After this, TJ restarted the guardian machine to try and put it into a better state.  All nodes came up except one, which he then restarted.

Dave restarted h1pemmx, which had been problematic.

We restarted h1digivideo2,4,5,6.  This brought all the cameras back.

Looking at the h1daqgds machines the broadcast interface had not come back.  So starting the enp7s0f1 interfaces and restarting the daqd fixed its transmission problems.  The 1s frames are flowing to DMT.  At Dan's request Jonathan took a look at a DMT issue after starting h1dmt1,2,3.  the /gds-h1 share was not mounted on h1dmtlogin, so nagios checks were failing due to not have that data available.

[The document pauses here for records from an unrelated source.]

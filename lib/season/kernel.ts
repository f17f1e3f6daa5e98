/**
 * All parcels through a season: parcel outer, strip, day inner. Pure: one input gives one output, to the last bit, whatever else runs.
 */
import { checkParcel } from './check.ts';
import { storedValue } from './daily-store.ts';
import { type StripDay, type StripGround, stepDay } from './day.ts';
import { MARK, type PackedSeason, packSeason } from './pack.ts';
import { placeWeather } from './parcel-weather.ts';
import { drawCurve, groundOf, layStrips, type StripPlan } from './strip-curve.ts';
import {
  DAILY_VARIABLE_COUNT,
  DAILY_VARIABLES,
  MISSING_STORED,
  type ParcelInput,
  type SeasonInput,
  type SeasonOutput,
  type Trace,
} from './types.ts';

/** Someone who wants the working of one day; `strip` hears about each strip of the parcel before its days are stepped. */
interface Listener {
  readonly day: number;
  strip(plan: StripPlan, index: number, count: number): Trace;
}

/**
 * Runs the season of every parcel.
 *
 * Weather is interpolated to the parcel, reference ET computed there, and each strip of the parcel stepped day by day (`stepDay`). Depths are over the
 * whole parcel: strips weighted by share. Depletion, TAW, RAW and Ks are means over the strips that carry a planting in the run (over the bare
 * strip where there is none); Kcb is over all.
 *
 * Missing: no NaN leaves; a parcel-day without weather is refused.
 *
 * @param input see `SeasonInput`
 * @param options `keep: 'double'` also returns the daily variables before rounding to storage
 * @returns daily [parcel × variable × day]
 * @throws {RangeViolation} naming parcel and date for a value outside its limits or a day without weather
 * @throws {Refused} for a crop on another reference surface than the run
 * @throws {ShapeError} when arrays do not agree
 * Source: FAO-56 chapters 3, 7 and 8.
 */
export function runSeason(input: SeasonInput, options: { readonly keep?: 'stored' | 'double' } = {}): SeasonOutput {
  const season = packSeason(input);
  const days = input.dayCount;
  const size = DAILY_VARIABLE_COUNT * days;
  const daily = new Uint16Array(input.parcels.length * size);
  const flags = new Uint32Array(input.parcels.length * days);
  const exact = options.keep === 'double' ? new Float64Array(input.parcels.length * size) : undefined;
  let worst = 0;
  for (let p = 0; p < input.parcels.length; p++) {
    worst = Math.max(worst, walkParcel(season, input.parcels[p], null));
    storeDaily(season.daily, daily, p * size, days);
    flags.set(season.flags, p * days);
    exact?.set(season.daily, p * size);
  }
  return {
    daily,
    maxBalanceResidual: worst,
    flags,
    dailyExact: exact,
    stageEt: new Float64Array(0),
    stageDays: new Int32Array(0),
    closing: [],
  };
}

/** Rounds the parcel's day rows to storage: `storedValue` of every one, written so that it costs little. */
function storeDaily(from: Float64Array, into: Uint16Array, at: number, days: number): void {
  const beyond = MISSING_STORED;
  for (let v = 0, i = 0; v < DAILY_VARIABLE_COUNT; v++) {
    const { scale } = DAILY_VARIABLES[v];
    for (const end = i + days; i < end; i++) {
      const scaled = from[i] * scale + 0.5;
      if (scaled >= 0 && scaled < beyond) into[at + i] = scaled;
      else into[at + i] = storedValue(from[i], scale);
    }
  }
}

/**
 * Takes one parcel through the season: fills `season.daily` [variable × day] and `season.flags` [day].
 *
 * @param listener hears the working of its day; null in a batch run
 * @returns largest absolute balance residual of its strips and days [mm]
 * @throws as `runSeason`
 */
export function walkParcel(season: PackedSeason, parcel: ParcelInput, listener: Listener | null): number {
  checkParcel(parcel, season.input.sites.length, season.checked);
  const strips = layStrips(season, parcel);
  placeWeather(season, parcel);
  layParcelRows(season);
  let planted = 0;
  for (const strip of strips) if (strip.planted.length > 0) planted += strip.share;
  const ground = groundOf(parcel);
  let worst = 0;
  for (let k = 0; k < strips.length; k++) {
    const plan = strips[k];
    ground.deepestRoot = drawCurve(season, parcel, plan);
    const trace = listener === null ? null : listener.strip(plan, k, strips.length);
    const state = plan.planted.length > 0 ? plan.share / planted : planted > 0 ? 0 : plan.share;
    openStrip(season, ground);
    const shares = { share: plan.share, state, gross: plan.share / parcel.method.efficiency };
    worst = Math.max(worst, walkStrip(season, ground, shares, listener === null ? null : { day: listener.day, trace }));
  }
  return worst;
}

/** How a strip counts in its parcel: by area, in the means of the soil's state, and for water as applied (area ÷ efficiency). */
interface Shares {
  readonly share: number;
  readonly state: number;
  readonly gross: number;
}

/** First morning: both stores and the surface layer at the settings' depletion, the surface wet all over when last wetted. */
function openStrip(season: PackedSeason, ground: StripGround): void {
  const { state, curve } = season;
  const { initialDepletion } = season.input.settings;
  const perMetre = 1000 * (ground.fieldCapacity - ground.wiltingPoint);
  state.rootDepth = curve.rootDepth[0];
  state.depletion = initialDepletion * perMetre * state.rootDepth;
  state.belowDepletion = initialDepletion * perMetre * (ground.deepestRoot - state.rootDepth);
  state.surfaceDepletion = initialDepletion * ground.totalEvaporable;
  state.wettedFraction = 1;
  state.exposedWetted = 1;
  state.depletionFraction = curve.tableFraction[0];
  state.irrigating = false;
}

function walkStrip(season: PackedSeason, ground: StripGround, shares: Shares, heard: { day: number; trace: Trace | null } | null): number {
  const { weather, curve, state, day, daily } = season;
  const { dayCount: days, settings } = season.input;
  const heardDay = heard === null ? -1 : heard.day;
  let worst = 0;
  for (let d = 0; d < days; d++) {
    const mark = curve.mark[d];
    day.referenceEt = weather.referenceEt[d];
    day.climate = weather.climate[d];
    day.precipitation = weather.precipitation[d];
    day.surfaceRunoff = weather.surfaceRunoff[d];
    day.basal = curve.basal[d];
    day.height = curve.height[d];
    day.heightFactor = curve.heightFactor[d];
    day.rootDepth = curve.rootDepth[d];
    day.scheduleDepth = curve.scheduleDepth[d];
    day.tableFraction = curve.tableFraction[d];
    day.planted = (mark & MARK.planted) !== 0;
    day.firstDay = (mark & MARK.firstDay) !== 0;
    day.mayIrrigate = settings.irrigate && (mark & MARK.mayIrrigate) !== 0;
    stepDay(ground, state, day, d === heardDay && heard !== null ? heard.trace : null);
    addDay(daily, day, shares, d, days);
    worst = Math.max(worst, Math.abs(day.residual));
  }
  return worst;
}

/** Rows that are the same on every strip. */
function layParcelRows(season: PackedSeason): void {
  const { weather, daily } = season;
  const days = season.input.dayCount;
  daily.fill(0);
  daily.set(weather.referenceEt, 0);
  daily.set(weather.precipitation, 4 * days);
  daily.set(weather.surfaceRunoff, 5 * days);
}

/** Adds a strip's day to the parcel's rows, in the order of DAILY_VARIABLES. */
function addDay(daily: Float64Array, day: StripDay, shares: Shares, d: number, days: number): void {
  const { share, state } = shares;
  daily[days + d] += share * day.cropEt;
  daily[2 * days + d] += share * (day.transpiration + day.evaporation);
  daily[3 * days + d] += share * day.evaporation;
  daily[6 * days + d] += share * day.effectivePrecipitation;
  daily[9 * days + d] += share * day.deepPercolation;
  daily[10 * days + d] += state * day.closingDepletion;
  daily[11 * days + d] += state * day.available;
  daily[12 * days + d] += state * day.readilyAvailable;
  daily[13 * days + d] += share * day.basal;
  daily[14 * days + d] += state * day.stress;
  daily[15 * days + d] += share * (day.closingDepletion + day.closingBelow);
  if (day.irrigation === 0) return;
  daily[7 * days + d] += share * day.irrigation;
  daily[8 * days + d] += shares.gross * day.irrigation;
}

The wap control was momentarily brought to life.  It's cmos battery was dead so it needed intervention to boot and needed a new date/time.  However it froze while saving settings.

The external medm was not working.  Looking at the console for lhoepics, its cmos battery had failed as well and needed intervention to boot.

After starting ldasgw0,1 yesterday we were able to mount the raw minute trend archive to the nds servers.

Fw2 needed a reboot to reset it's /opt/rtcds.

We also brought up more of the test stand today to allow Ryan Crouch and Rahul to work on the sustriple in the staging building.

A note, things using kerberos for authentication are going slower.  We are not sure why.  We have reached out to the LIAM group for help.

Comments related to this report
jonathan.hanks@LIGO.ORG - 17:14, Friday 05 December 2025 (88391)

I was able to get the wap controller back by moving it's disks to another computer.

This is a reminder that we need to rebuild the controller, and do it in a vm.